SYDNEY (Reuters Life!) - Spanish novelist Carlos Ruiz Zafon said the success of his first adult novel was overwhelming, leading to several years of travel and little else, but now he’s back to what he does best — writing.
“The Shadow of the Wind” has sold more than 12 million copies in 50 countries since 2001, making Zafon one of the most successful contemporary Spanish writers and his book supposedly the second biggest-selling Spanish book after Don Quixote.
But it is only now that Zafon, 44, has released his second novel in English, “The Angel’s Game,” a prequel to “The Shadow of the Wind” which is set in Barcelona in the 1920s and follows a young writer approached by a mysterious figure to write a book.
Both of his books have been translated by Lucia Graves, the daughter of poet Robert Graves.
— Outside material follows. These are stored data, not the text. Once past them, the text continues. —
fn counts_record(counts: &BTreeMap<String, Counts>) -> serde_json::Value {
    let per: serde_json::Map<String, serde_json::Value> = counts
        .iter()
        .map(|(name, c)| {
            let mut v = json!({ "kept": c.kept, "dropped": c.dropped, "rejected": c.rejected });
            if let Some(n) = c.equalized {
                v["equalized"] = json!(n);
            }
            (name.clone(), v)
        })
        .collect();
    serde_json::Value::Object(per)
}

/// `[channel, trial, time]` layout of the selected trials.
fn epoched_layout(input: &Layout, sel: &Selection) -> Result<Layout, StageError> {
    let channels = input.coord("channel")?.clone();
    let times = (0..sel.n_window)
        .map(|i| (sel.k0 + i as i64) as f64 / sel.fs)
        .collect();
    let mut meta = input.meta.clone();
    meta.events = None;
    meta.trials = Some(
        sel.trials
            .iter()
            .map(|t| TrialInfo {
                condition: t.condition.clone(),
                event: t.event.label.clone(),
                onset: t.event.onset,
            })
            .collect(),
    );
    Ok(Layout {
        dims: vec!["channel".into(), "trial".into(), "time".into()],
        coords: vec![
            channels,
            Coord::Labels(sel.trials.iter().map(|t| t.condition.clone()).collect()),
            Coord::Numbers(times),
        ],
        units: input.units.clone(),
        complex: false,
        meta,
    })
}

/// Copy the selected windows into a `[channel, trial, time]` array.
fn cut(x: ArrayView2<'_, f32>, sel: &Selection) -> Array3<f32> {
    let mut out = Array3::<f32>::zeros((x.nrows(), sel.trials.len(), sel.n_window));
    for (i, trial) in sel.trials.iter().enumerate() {
        out.slice_mut(s![.., i, ..])
            .assign(&x.slice(s![.., trial.start..trial.start + sel.n_window]));
    }
    out
}
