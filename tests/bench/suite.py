#!/usr/bin/python3
"""Side-by-side benchmark of issue 7 (run by tests/bench/run_suite.sh): ferrocirc against
ngspice (electrical analogue, peer_spice.py) and SciPy solve_ivp BDF (peer_scipy.py) on the same
generated circuits, compared at matched accuracy.

Per circuit and size:
  1. the reference: ferrocirc at rel_tol 1e-10, abs_tol 1e-10 Pa, abs_tol_volume 1e-24 m^3
     (checked at the smallest size of (b) and (c) against SciPy Radau at rtol 1e-11);
  2. every tool at a ladder of settings, one run each (ferrocirc: rel_tol = tol, abs_tol =
     tol x 1 Pa, abs_tol_volume = tol x 1 nL; ngspice: reltol and the largest step); error =
     the largest of
       |d mean| / |peak_ref|, |d peak| / |peak_ref|    (probed node, last beat)
       max |d t_switch| / period                        (probed valves, last beat; each switch
                                                        matched to the nearest one of the same
                                                        valve to the same state within MATCH
                                                        periods, both ways; none counts 1)
       |d V| / |V_ref|                                  (net volume of the probed element, last beat)
  3. at each target error, the cheapest setting of each tool that meets it, re-timed (median of
     --repeat runs; fewer when one run exceeds 20 s / 60 s); ratios peer / ferrocirc.
Sizes beyond --ref-max run ferrocirc alone at the setting chosen at the largest referenced size
(for the cost exponent); no error is reported there.
"""
import argparse
import json
import math
import os
import statistics
import subprocess
import sys
import tempfile
import time

import report

HERE = os.path.dirname(os.path.abspath(__file__))
PY = "/usr/bin/python3"
TIME = "/usr/bin/time"
TARGETS = (1e-3, 1e-4)
MATCH = 0.05   # periods: how far apart two switches may be and still be the same one

CIRCUITS = {
    "a": {"desc": "pump loops with two check valves (K loops)", "size": "K",
          "gen": lambda n, beats, out, probe: [PY, os.path.join(HERE, "gen_loop.py"), str(n),
                                               str(beats), out, "--probe", probe],
          "sizes": [1, 4], "quick": [1], "beats": 1000, "quick_beats": 50,
          "scipy_max": 1, "spice_max": 4, "ref_max": 4,
          "ladder": {"scipy": [1e-4, 1e-5]}},
    "b": {"desc": "tree: pulsed supply -> check valve -> N chambers", "size": "N",
          "gen": lambda n, beats, out, probe: [PY, os.path.join(HERE, "gen_tree.py"), str(n),
                                               str(beats), out, "--si", "--valve", "--pump",
                                               "pressure", "--no-trap", "--wall-compliance",
                                               "2e-16", "--no-culture", "--short-ids", "--probe",
                                               probe],
          "sizes": [16, 128, 1024, 8192], "quick": [16], "beats": 20, "quick_beats": 5,
          "scipy_max": 1024, "spice_max": 1024, "ref_max": 1024},
    "c": {"desc": "M x M grid of channels, chamber at every node", "size": "N",
          "gen": lambda n, beats, out, probe: [PY, os.path.join(HERE, "gen_grid.py"),
                                               str(int(round(math.sqrt(n)))), str(beats), out,
                                               "--probe", probe],
          "sizes": [16, 256, 4096, 16384], "quick": [16], "beats": 10, "quick_beats": 3,
          "scipy_max": 4096, "spice_max": 4096, "ref_max": 4096},
}
# ngspice settings are (reltol, largest step as a fraction of the period): its switch instants
# and its output-point means are only as good as its steps, so both are tightened.
LADDER = {"ferrocirc": [1e-2, 1e-3, 1e-4, 1e-5, 1e-6, 1e-7, 1e-8], "scipy": [1e-4, 1e-6, 1e-8],
          "ngspice": [(1e-4, 0.02), (1e-5, 0.02), (1e-6, 0.02), (1e-6, 0.002), (1e-7, 0.002),
                      (1e-7, 0.0002)]}
QUICK_LADDER = {"ferrocirc": [1e-5, 1e-7], "scipy": [1e-6], "ngspice": [(1e-6, 0.02)]}


def timed(cmd, timeout=None):
    with tempfile.NamedTemporaryFile("r", prefix="fc-time-") as tf:
        t0 = time.perf_counter()
        p = subprocess.run([TIME, "-f", "%M", "-o", tf.name] + cmd, stdout=subprocess.DEVNULL,
                           stderr=subprocess.PIPE, timeout=timeout)
        wall = time.perf_counter() - t0
        if p.returncode != 0:
            raise RuntimeError("%s: exit %d: %s" % (" ".join(cmd[:3]), p.returncode,
                                                     p.stderr.decode(errors="replace")[-500:]))
        return wall, int(tf.read().split()[-1])


def fc_probes(summ, events, probe):
    s = json.load(open(summ))
    P = probe["period"]
    T = s["t_end_s"]
    node = [n for n in s["last_cycle_nodes"] if n["name"] == probe["probe_node"]][0]
    el = [e for e in s["last_cycle_elements"] if e["id"] == probe["volume_elem"]]
    vol = el[0]["volume_net_m3"] if el else None
    sw = []
    with open(events) as f:
        next(f)
        for line in f:
            t, eid, a, b = line.split(",")[:4]
            t = float(t)
            if t >= T - (1 + MATCH) * P and eid in probe["valves"]:
                sw.append((t, eid, int(a), int(b)))
    return {"p_mean": node["p_mean_Pa"], "p_peak": node["p_max_Pa"], "volume": vol,
            "switches": sw, "t_last": T - P, "solver": s["solver"],
            "reverse": any(b == -1 for _, _, _, b in sw)}


def run_fc(binary, net, probe, tol, wd, ref=False):
    d = json.load(open(net))
    # abs_tol [Pa] = tol x 1 Pa; abs_tol_volume = tol x 1 nL (about one chamber's volume per
    # beat): the default 1 fL would hold the volumes to ~1e-7 whatever rel_tol says
    d["simulation"].update(rel_tol=tol, abs_tol=tol * 1.0, abs_tol_volume=tol * 1e-12)
    # statistics for the probed node and the tracked elements only, as ngspice .saves only the
    # probed vectors (node pressure extremes still cover every node)
    pr = json.load(open(probe))
    rep = d.setdefault("report", {})
    rep.update(statistics="tracked", nodes=[pr["probe_node"]])
    if pr["volume_elem"] not in pr["valves"]:
        rep["elements"] = sorted(set(rep.get("elements", [])) | {pr["volume_elem"]})
    if ref:
        d["simulation"]["abs_tol_volume"] = 1e-24
    path = os.path.join(wd, "fc-net.json")
    json.dump(d, open(path, "w"), separators=(",", ":"))
    summ, ev = os.path.join(wd, "fc-s.json"), os.path.join(wd, "fc-e.csv")
    wall, rss = timed([binary, "run", path, "--quiet", "--summary", summ, "--events", ev])
    r = fc_probes(summ, ev, json.load(open(probe)))
    r.update(wall=wall, rss_kb=rss)
    return r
He spoke to Reuters about his two adult novels that followed four young adult novels written when he was a script writer in Los Angeles:
Q: There’s a long gap between books. Why is that?
A: “When I finish a book I take about a year off and I have been doing this for many years. At the end of that year “The Shadow of the Wind” started to be a success. At the time I had agreed to go to some places to help promote the book. My life became mortgaged for two or three years and I was traveling for the book, talking rather than writing. But at some point I had to put an end to it. It got out of control. I’m a writer not a talker.”
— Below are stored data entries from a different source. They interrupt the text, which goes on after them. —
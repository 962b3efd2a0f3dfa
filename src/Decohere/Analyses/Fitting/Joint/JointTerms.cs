using System.Collections.Immutable;
using Decohere.Analyses.Cooling;
using Decohere.Analyses.Ringdown;
using Decohere.Analyses.Spectra;
using Decohere.Numerics;
using Decohere.Scenarios;
using Decohere.Statistics;

namespace Decohere.Analyses.Fitting.Joint;

/// <summary>One measured point of a data set, for tables and plots: what it is, where it lies and its standard error if stated.</summary>
/// <param name="Quantity">What was measured (<c>var_i</c>, <c>occupancy</c>, <c>energy</c>, …).</param>
/// <param name="X">The abscissa (delay or time in s, cooperativity).</param>
/// <param name="Observed">The measured value.</param>
/// <param name="Error">Its standard error where the data state one (occupancies, amplitudes with σ); null otherwise.</param>
public readonly record struct JointPoint(string Quantity, double X, double Observed, double? Error);

/// <summary>
/// A data set as a term of the joint likelihood: the joint parameter vector in, its deviance (−2 ln L up to a constant that
/// does not depend on the parameters) out. Each term is built from the likelihood its own analysis uses, so a data set
/// fitted jointly and alone sees the same model.
/// </summary>
public interface IJointTerm
{
    /// <summary>The data set's name in the fit file.</summary>
    string Name { get; }

    /// <summary>The kind keyword: delays, ringdown or cooling.</summary>
    string Kind { get; }

    /// <summary>The data file, for messages and reports.</summary>
    string Source { get; }

    /// <summary>The name and unit of the abscissa (<c>delay</c>, <c>s</c>).</summary>
    (string Name, string Unit) Axis { get; }

    /// <summary>The unit of the measured values (<c>quanta</c>, <c>data units</c>).</summary>
    string ValueUnit { get; }

    /// <summary>Which joint parameters the term reads, by key of the data set (<c>modes.drum.linewidth</c> → index).</summary>
    ImmutableArray<(string Key, int Index)> Uses { get; }

    /// <summary>Independent statistics the deviance sums (for degrees of freedom).</summary>
    int Statistics { get; }

    /// <summary>True when the minimum of <see cref="Deviance"/> is a goodness-of-fit statistic (known errors); false when a scale is profiled out or the law is far from χ².</summary>
    bool Absolute { get; }

    /// <summary>A one-line description of the likelihood.</summary>
    string Likelihood { get; }

    /// <summary>The measured points, in the order of <see cref="Model"/>.</summary>
    ImmutableArray<JointPoint> Points { get; }

    /// <summary>The deviance at the joint parameter vector <paramref name="x"/> (natural units, SI).</summary>
    double Deviance(double[] x, CancellationToken cancel);

    /// <summary>The model's value of each point at <paramref name="x"/>.</summary>
    double[] Model(double[] x, CancellationToken cancel);

    /// <summary>The standardised residual of each point against <paramref name="model"/>; NaN where the law has none.</summary>
    double[] Residuals(double[] model);

    /// <summary>The data set's scenario with its parameters at <paramref name="x"/>, or null for a kind without one.</summary>
    Scenario? Fitted(double[] x);
}

/// <summary>What the terms modelled by a scenario share.</summary>
public static class JointTerm
{
    /// <summary>The scenario with each path set from its entry of the joint vector <paramref name="x"/>.</summary>
    public static Scenario Set(Scenario scenario, ImmutableArray<(ParameterPath Path, int Index)> paths, double[] x)
    {
        foreach (var (path, index) in paths) scenario = path.Set(scenario, x[index]);
        return scenario;
    }
}
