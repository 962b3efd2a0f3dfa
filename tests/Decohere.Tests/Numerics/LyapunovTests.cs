using MathNet.Numerics.LinearAlgebra;
using Decohere.Numerics;

namespace Decohere.Tests.Numerics;
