// reportHTML is the page. It needs no network: the plots are data URIs and
// the style and the script are inline. The script, first in the page so
// that it hears every script error, checks once the page has loaded that
// every plot was drawn: it lists each image's sizes and the errors in
// #render-check, and says on the page when a plot could not be shown. A
// running run's page reloads itself.
const reportHTML = `<!DOCTYPE html>
<html lang="en">
<head>
<meta charset="utf-8">
<meta name="viewport" content="width=device-width, initial-scale=1">
{{if eq .Run.State "running"}}<meta http-equiv="refresh" content="20">
{{end}}<title>{{.Title}} — tearline</title>
<style>
body { font-family: system-ui, "Liberation Sans", Arial, sans-serif; color: #1d2430; margin: 0; background: #f6f7f4; }
main { max-width: 74rem; margin: 0 auto; padding: 1rem 1.5rem 3rem; }
h1 { font-size: 1.5rem; margin: 0.6rem 0 0.2rem; }
h2 { font-size: 1.15rem; border-bottom: 2px solid #c9cfc2; padding-bottom: 0.2rem; margin-top: 2rem; }
.state { display: inline-block; padding: 0.15rem 0.6rem; border-radius: 0.3rem; font-weight: 600; color: #fff; }
.state.running { background: #2c5d9e; } .state.completed { background: #2f7a47; } .state.stopped { background: #a5601a; }
.meta { color: #5a6270; font-size: 0.85rem; }
.caution { background: #fff7e3; border-left: 5px solid #d29a1c; padding: 0.5rem 1rem; }
.caution p { margin: 0.4rem 0; }
dl.facts { display: grid; grid-template-columns: max-content auto; gap: 0.2rem 1.2rem; }
dl.facts dt { color: #5a6270; } dl.facts dd { margin: 0; font-variant-numeric: tabular-nums; }
.plots { display: grid; grid-template-columns: repeat(auto-fill, minmax(28rem, 1fr)); gap: 1rem; }
figure { margin: 0; background: #fff; border: 1px solid #dde1d8; padding: 0.5rem; }
figure img { width: 100%; height: auto; display: block; }
figcaption { font-size: 0.85rem; color: #5a6270; margin-top: 0.3rem; }
.scroll { overflow-x: auto; }
table { border-collapse: collapse; font-size: 0.8rem; font-variant-numeric: tabular-nums; background: #fff; }
th, td { border: 1px solid #dde1d8; padding: 0.2rem 0.4rem; text-align: right; white-space: nowrap; }
th { background: #eef0ea; } td.text { text-align: left; white-space: normal; min-width: 12rem; }
pre.case { background: #fff; border: 1px solid #dde1d8; padding: 0.6rem; overflow-x: auto; font-size: 0.8rem; }
#plot-warning { display: none; background: #fde8e6; border-left: 5px solid #b3261e; padding: 0.5rem 1rem; }
</style>
<script>
(function () {
  var errors = [];
  window.onerror = function (msg) { errors.push(String(msg)); };
  window.addEventListener("load", function () {
    var lines = [], bad = 0;
    var imgs = document.querySelectorAll("img[data-plot]");
    for (var i = 0; i < imgs.length; i++) {
      var im = imgs[i], r = im.getBoundingClientRect();
      if (!(im.naturalWidth > 0 && r.width > 0 && r.height > 0)) { bad++; }
      lines.push("plot " + im.getAttribute("data-plot") + " natural " + im.naturalWidth + "x" + im.naturalHeight +
        " shown " + Math.round(r.width) + "x" + Math.round(r.height));
    }
    for (var j = 0; j < errors.length; j++) { lines.push("error " + errors[j]); }
    lines.push("done " + imgs.length + " plots, " + bad + " not shown, " + errors.length + " errors");
    document.getElementById("render-check").textContent = lines.join("\n");
    if (bad > 0) { document.getElementById("plot-warning").style.display = "block"; }
  });
})();
</script>
</head>
<body>
<main>
<h1>{{.Title}}</h1>
<p><span class="state {{stateClass .Run.State}}">{{.Run.State}}</span> {{.Run.Reason}}</p>
<p class="meta">Page written {{.Written}} by tearline {{.Version}} in {{.Dir}}{{if eq .Run.State "running"}}; it is rewritten as the run goes and reloads itself every 20 s{{end}}.</p>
Q: Was it hard to go back to writing after such a break?
A: “Not really. I went back to work after four years of not doing what I am supposed to be doing. My books take some time as they are complicated. I had two years to write and two years for publication. But I think I learned my lesson. At the time I did not foresee that trips would overlap which each other. I do not want that to happen ever again.”
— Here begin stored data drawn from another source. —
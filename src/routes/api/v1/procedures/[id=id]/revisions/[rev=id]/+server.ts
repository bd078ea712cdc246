import { json } from '@sveltejs/kit';
import { z } from 'zod';
import { api, apiMember, readBody } from '$lib/server/api/respond';
import {
	AUTHOR_ROLES,
	getRevision,
	saveDraft,
	updateDraft,
	VIEW_ROLES
} from '$lib/server/procedures';
import { attempt } from '$lib/server/procedures/api-errors';
import { revisionFormSchema, variablesSchema } from '$lib/schemas/procedure';
import type { RequestHandler } from './$types';

const ids = (p: { id: string; rev: string }) => [Number(p.id), Number(p.rev)] as const;

/** The revision with its findings, sign-offs and the digest check run on every read. */
export const GET: RequestHandler = api(async (event) => {
	const user = await apiMember(event, ...VIEW_ROLES);
	const [id, rev] = ids(event.params);
	return json(await attempt(() => getRevision(user, id, rev, event)));
});

// Either the whole SI document ({ variables, pqrIds, recordIds }) or the editor's text fields.
const documentBody = z.object({
	variables: variablesSchema,
	pqrIds: z.array(z.number().int().positive()).max(10).default([]),
	recordIds: z.array(z.number().int().positive()).max(50).default([])
});
const body = z.union([documentBody, revisionFormSchema]);

/** Saves a draft; any other state answers 409 with the reason. */
export const PUT: RequestHandler = api(async (event) => {
	const user = await apiMember(event, ...AUTHOR_ROLES);
	const [id, rev] = ids(event.params);
	const input = await readBody(event, body);
	await attempt(() =>
		'variables' in input
			? saveDraft(user, id, rev, input, event)
			: updateDraft(user, id, rev, input, event)
	);
	return json(await attempt(() => getRevision(user, id, rev, event)));
});
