import type { Band } from "../contract/tablesDocument.js";
import { formatNumber } from "./formatNumber.js";

/** What an interval says when every draw gives the same printed value. */
export const NO_SPREAD = "no spread at the digits shown";

/** Index of each reported percentile in a band's `q` (the document's draws.percentiles: 2.5, 16, 50, 84, 97.5). */
export const P16 = 1;
export const P50 = 2;
export const P84 = 3;

/** A median with its central 68 % interval, printed to the digits the interval supports. */
export interface IntervalText {
  median: number;
  plus: number;
  minus: number;
  /** The 16th and 84th percentiles themselves (full precision, as stored). */
  p16: number;
  p84: number;
  /**
   * Every draw gives the same value to the digits a page prints (a target's placement quantity, a length in h^-1 Mpc
   * that does not depend on the varied H0): no interval is printed, only that it has no spread.
   */
  fixed: boolean;
  /** "13.797 +0.023 −0.023" (or "(1.23 +0.04 −0.05) × 10^9"). */
  text: string;
  /** LaTeX, for a math environment: "13.797^{+0.023}_{-0.023}". */
  tex: string;
}

/**
 * The median of a band and its 68 % interval (16th to 84th percentile) as +upper -lower. Digits: two significant
 * figures of the smaller half-width, the median rounded to the same decimal place (the rounding rule of the Review
 * of Particle Physics in its simplest form; common practice). Null when the band is null; `fixed` when the 16th and
 * 84th percentiles print alike at the pages' six significant figures.
 */
export function intervalOf(band: Band | null | undefined): IntervalText | null {
  if (!band) return null;
  const median = band.q[P50];
  const p16 = band.q[P16];
  const p84 = band.q[P84];
  const plus = p84 - median;
  const minus = median - p16;
  if (!Number.isFinite(median) || !Number.isFinite(p16) || !Number.isFinite(p84)) return null;
  // Percentiles that print alike at the pages' digits carry no information, only rounding noise: say so instead.
  if (formatNumber(p16) === formatNumber(p84))
    return { median, plus, minus, p16, p84, fixed: true, text: NO_SPREAD, tex: `\\mbox{${NO_SPREAD}}` };
  const smaller = Math.min(plus, minus) > 0 ? Math.min(plus, minus) : Math.max(plus, minus);
  if (!(smaller > 0) || !Number.isFinite(median)) return null;
  const scale = Math.abs(median);
  const exponent = scale >= 1e6 || (scale > 0 && scale < 1e-3) ? Math.floor(Math.log10(scale)) : 0;
  const f = 10 ** exponent;
  // Twelve significant figures first, so that 0.3 - 0.2 = 0.09999999999999998 counts as 0.1.
  const decimals = Math.max(0, 1 - Math.floor(Math.log10(Number((smaller / f).toPrecision(12)))));
  const fix = (x: number) => (x / f).toFixed(Math.min(decimals, 20));
  const core = `${fix(median)} +${fix(plus)} \u2212${fix(minus)}`;
  const texCore = `${fix(median)}^{+${fix(plus)}}_{-${fix(minus)}}`;
  return exponent === 0
    ? { median, plus, minus, p16, p84, fixed: false, text: core, tex: texCore }
    : {
        median,
        plus,
        minus,
        p16,
        p84,
        fixed: false,
        text: `(${core}) \u00d7 10^${exponent}`,
        tex: `${texCore}\\times 10^{${exponent}}`,
      };
}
Q: Can you balance promotion and writing more?
A: “I am going to be much more selective. I am a novelist. I write fiction and that is what I do well. To go out there and present my work is not what I am best at doing.”
Q: Are the novels still part of a four-book series?
A: “Yes. At the time I thought it would be interesting to write four stories that are interconnected but not necessarily in a sequential way. They are standalone stories. My idea was that a reader could read one or all and it would be some kind of Chinese box of fiction. At first I thought I could do it all in one book but it would be a monster book and I realized the right way would be to do one book at a time.”
Q: Will the third book in the series be your next project?
A: “I am not sure yet. I am still considering three possibilities — one is the third book and there are other ideas that intrigue me as well. I will let the idea hit me rather than the other way around. I always let it work that way around.”
Q: Would you go back to young adult fiction?
A: “I always thought that genre was kind of an accident and not my natural register. My first novel in 1992 was published as a young adult novel and it opened a way, so I stayed in that genre for three more novels. Years later I realized I was not writing the fiction I really wanted to write. I needed to break the shell. I was pretending to be something I am not.”
Q: “Shadow” has been called the second biggest selling book since 17th century Don Quixote. Does that pressure you?
A: “That is one of the quotes that publishers love but it simply impossible to quantify. We don’t really know now many copies of Don Quixote were printed or distributed. “Shadow of the Wind” was my fifth novel and I had never had that success before but by that time I had developed a perspective and it didn’t really change me much. It changes the way people feel they have to react to you. Of course I am happy my work is appreciated.”
Q: Any advice for aspiring writers?
A: “Each writer is different but what is important is that people who want to be writers have to make tough decisions. Young writers have to be aware of the realities of what they are stepping into and need some persistence and faith in themselves because the world is not going to provide those things. You have to work very hard. People think it is about inspiration and it will flow, but you have to take the job seriously and learn your craft.”